◆ AIM OF THE EXERCISE ◆
From the listing below, select every line where the word "switching" appears.

== Segment start ==

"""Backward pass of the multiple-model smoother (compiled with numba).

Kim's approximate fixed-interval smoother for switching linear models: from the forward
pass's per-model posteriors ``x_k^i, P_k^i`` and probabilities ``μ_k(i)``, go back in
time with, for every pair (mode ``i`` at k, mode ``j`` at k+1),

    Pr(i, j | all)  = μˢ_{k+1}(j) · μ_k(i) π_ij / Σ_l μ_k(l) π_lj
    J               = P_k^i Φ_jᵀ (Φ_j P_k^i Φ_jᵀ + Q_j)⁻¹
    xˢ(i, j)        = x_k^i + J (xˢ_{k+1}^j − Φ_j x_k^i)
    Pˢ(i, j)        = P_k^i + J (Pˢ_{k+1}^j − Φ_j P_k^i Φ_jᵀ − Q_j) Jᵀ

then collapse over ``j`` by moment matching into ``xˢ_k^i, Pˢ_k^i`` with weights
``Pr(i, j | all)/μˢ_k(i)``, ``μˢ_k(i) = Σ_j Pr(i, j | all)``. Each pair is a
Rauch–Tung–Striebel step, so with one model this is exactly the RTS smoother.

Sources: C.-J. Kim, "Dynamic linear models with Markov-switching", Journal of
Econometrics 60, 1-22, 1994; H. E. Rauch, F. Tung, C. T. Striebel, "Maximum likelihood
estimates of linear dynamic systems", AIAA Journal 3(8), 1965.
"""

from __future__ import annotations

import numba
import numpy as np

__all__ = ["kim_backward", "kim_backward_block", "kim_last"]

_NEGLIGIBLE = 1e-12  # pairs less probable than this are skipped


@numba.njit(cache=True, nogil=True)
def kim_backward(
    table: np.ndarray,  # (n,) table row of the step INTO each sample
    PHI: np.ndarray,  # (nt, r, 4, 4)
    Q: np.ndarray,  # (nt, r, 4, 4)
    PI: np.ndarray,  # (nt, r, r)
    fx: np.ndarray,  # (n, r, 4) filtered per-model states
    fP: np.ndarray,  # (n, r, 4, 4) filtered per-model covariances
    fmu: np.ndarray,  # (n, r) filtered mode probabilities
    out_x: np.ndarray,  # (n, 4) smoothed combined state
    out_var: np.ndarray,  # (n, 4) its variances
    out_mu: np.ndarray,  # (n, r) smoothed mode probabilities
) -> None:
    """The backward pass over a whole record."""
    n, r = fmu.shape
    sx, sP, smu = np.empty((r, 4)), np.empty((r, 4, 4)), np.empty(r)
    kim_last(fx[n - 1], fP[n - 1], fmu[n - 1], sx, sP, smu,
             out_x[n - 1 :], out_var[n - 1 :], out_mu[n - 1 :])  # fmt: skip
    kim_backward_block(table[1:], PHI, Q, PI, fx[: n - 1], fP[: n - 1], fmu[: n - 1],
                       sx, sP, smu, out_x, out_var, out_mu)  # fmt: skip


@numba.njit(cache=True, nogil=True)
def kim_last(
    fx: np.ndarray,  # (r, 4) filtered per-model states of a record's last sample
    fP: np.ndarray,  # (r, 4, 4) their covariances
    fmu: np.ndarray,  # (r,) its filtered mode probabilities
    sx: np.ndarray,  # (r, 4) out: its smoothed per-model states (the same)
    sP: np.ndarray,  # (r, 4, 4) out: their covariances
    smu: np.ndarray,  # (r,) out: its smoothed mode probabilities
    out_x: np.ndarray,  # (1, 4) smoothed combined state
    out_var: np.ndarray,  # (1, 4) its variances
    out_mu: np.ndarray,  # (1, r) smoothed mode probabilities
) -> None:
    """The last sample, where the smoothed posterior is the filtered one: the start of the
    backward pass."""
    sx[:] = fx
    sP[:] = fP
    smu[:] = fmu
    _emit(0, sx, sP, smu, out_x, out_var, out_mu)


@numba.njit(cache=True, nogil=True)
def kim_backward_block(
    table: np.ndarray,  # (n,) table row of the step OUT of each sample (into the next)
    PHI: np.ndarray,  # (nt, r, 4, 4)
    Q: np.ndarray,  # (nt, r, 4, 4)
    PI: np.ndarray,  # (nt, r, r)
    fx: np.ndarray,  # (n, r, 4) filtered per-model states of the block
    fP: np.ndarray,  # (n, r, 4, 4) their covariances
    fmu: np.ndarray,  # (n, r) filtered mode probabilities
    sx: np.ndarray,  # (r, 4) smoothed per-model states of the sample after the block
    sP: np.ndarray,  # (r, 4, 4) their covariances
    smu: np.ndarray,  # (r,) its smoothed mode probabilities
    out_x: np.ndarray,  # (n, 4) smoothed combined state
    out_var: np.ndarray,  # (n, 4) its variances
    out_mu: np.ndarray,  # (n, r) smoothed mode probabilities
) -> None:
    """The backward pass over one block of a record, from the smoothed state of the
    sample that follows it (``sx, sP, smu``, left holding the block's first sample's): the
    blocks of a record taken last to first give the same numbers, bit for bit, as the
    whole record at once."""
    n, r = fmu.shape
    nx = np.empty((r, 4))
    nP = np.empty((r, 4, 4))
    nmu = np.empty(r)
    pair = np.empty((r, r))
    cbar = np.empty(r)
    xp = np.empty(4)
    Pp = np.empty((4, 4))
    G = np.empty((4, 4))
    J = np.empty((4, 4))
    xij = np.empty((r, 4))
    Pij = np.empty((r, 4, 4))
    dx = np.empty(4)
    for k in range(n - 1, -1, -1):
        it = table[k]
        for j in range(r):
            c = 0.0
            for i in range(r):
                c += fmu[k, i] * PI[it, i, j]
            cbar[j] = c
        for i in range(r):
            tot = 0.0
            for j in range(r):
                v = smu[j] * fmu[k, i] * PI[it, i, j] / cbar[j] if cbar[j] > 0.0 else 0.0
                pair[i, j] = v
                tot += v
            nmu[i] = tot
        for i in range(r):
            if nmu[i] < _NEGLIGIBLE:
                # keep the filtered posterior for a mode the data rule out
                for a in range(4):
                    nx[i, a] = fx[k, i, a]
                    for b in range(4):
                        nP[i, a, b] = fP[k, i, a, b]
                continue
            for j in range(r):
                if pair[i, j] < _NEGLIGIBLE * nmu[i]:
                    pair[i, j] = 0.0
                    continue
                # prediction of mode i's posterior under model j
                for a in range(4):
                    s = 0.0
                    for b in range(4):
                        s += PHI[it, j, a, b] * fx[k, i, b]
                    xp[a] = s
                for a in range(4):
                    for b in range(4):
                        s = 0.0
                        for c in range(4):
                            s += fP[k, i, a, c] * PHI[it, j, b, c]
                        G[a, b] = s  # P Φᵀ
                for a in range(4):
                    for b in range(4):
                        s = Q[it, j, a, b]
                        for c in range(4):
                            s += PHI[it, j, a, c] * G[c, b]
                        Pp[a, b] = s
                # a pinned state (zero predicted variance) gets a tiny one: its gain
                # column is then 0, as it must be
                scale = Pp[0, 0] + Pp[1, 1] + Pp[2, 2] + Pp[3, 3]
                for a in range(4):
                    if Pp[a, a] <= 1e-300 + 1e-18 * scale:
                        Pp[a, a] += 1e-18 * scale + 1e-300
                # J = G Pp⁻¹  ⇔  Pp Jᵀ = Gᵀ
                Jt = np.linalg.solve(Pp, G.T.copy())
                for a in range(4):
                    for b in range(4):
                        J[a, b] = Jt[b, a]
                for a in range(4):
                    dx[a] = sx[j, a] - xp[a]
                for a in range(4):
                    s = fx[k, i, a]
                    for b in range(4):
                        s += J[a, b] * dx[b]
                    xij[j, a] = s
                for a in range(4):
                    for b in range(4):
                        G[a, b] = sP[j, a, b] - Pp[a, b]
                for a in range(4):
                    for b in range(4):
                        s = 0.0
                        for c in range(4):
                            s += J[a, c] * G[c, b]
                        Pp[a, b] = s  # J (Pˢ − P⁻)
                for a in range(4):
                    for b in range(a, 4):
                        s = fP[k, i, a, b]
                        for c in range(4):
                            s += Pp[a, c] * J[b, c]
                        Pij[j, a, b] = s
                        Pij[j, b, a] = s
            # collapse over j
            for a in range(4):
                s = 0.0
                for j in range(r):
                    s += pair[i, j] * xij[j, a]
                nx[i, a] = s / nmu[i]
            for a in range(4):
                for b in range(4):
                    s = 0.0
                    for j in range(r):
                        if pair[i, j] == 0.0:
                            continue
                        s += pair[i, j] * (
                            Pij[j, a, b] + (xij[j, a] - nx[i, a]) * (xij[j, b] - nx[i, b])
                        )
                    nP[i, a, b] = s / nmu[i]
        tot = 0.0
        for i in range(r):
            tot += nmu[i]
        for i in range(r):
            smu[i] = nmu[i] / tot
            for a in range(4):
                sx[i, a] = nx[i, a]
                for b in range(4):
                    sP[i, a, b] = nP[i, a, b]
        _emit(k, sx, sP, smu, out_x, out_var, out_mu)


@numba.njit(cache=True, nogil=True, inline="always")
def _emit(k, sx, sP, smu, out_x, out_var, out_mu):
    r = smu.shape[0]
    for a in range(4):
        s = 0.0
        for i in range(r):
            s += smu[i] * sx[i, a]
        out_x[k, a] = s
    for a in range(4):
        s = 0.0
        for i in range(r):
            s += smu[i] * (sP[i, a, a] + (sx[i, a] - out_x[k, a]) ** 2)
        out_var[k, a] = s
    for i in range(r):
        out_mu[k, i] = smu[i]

== Segment end ==

◆ EXPECTED OUTPUT ◆
Kim's approximate fixed-interval smoother for switching linear models: from the forward
Sources: C.-J. Kim, "Dynamic linear models with Markov-switching", Journal of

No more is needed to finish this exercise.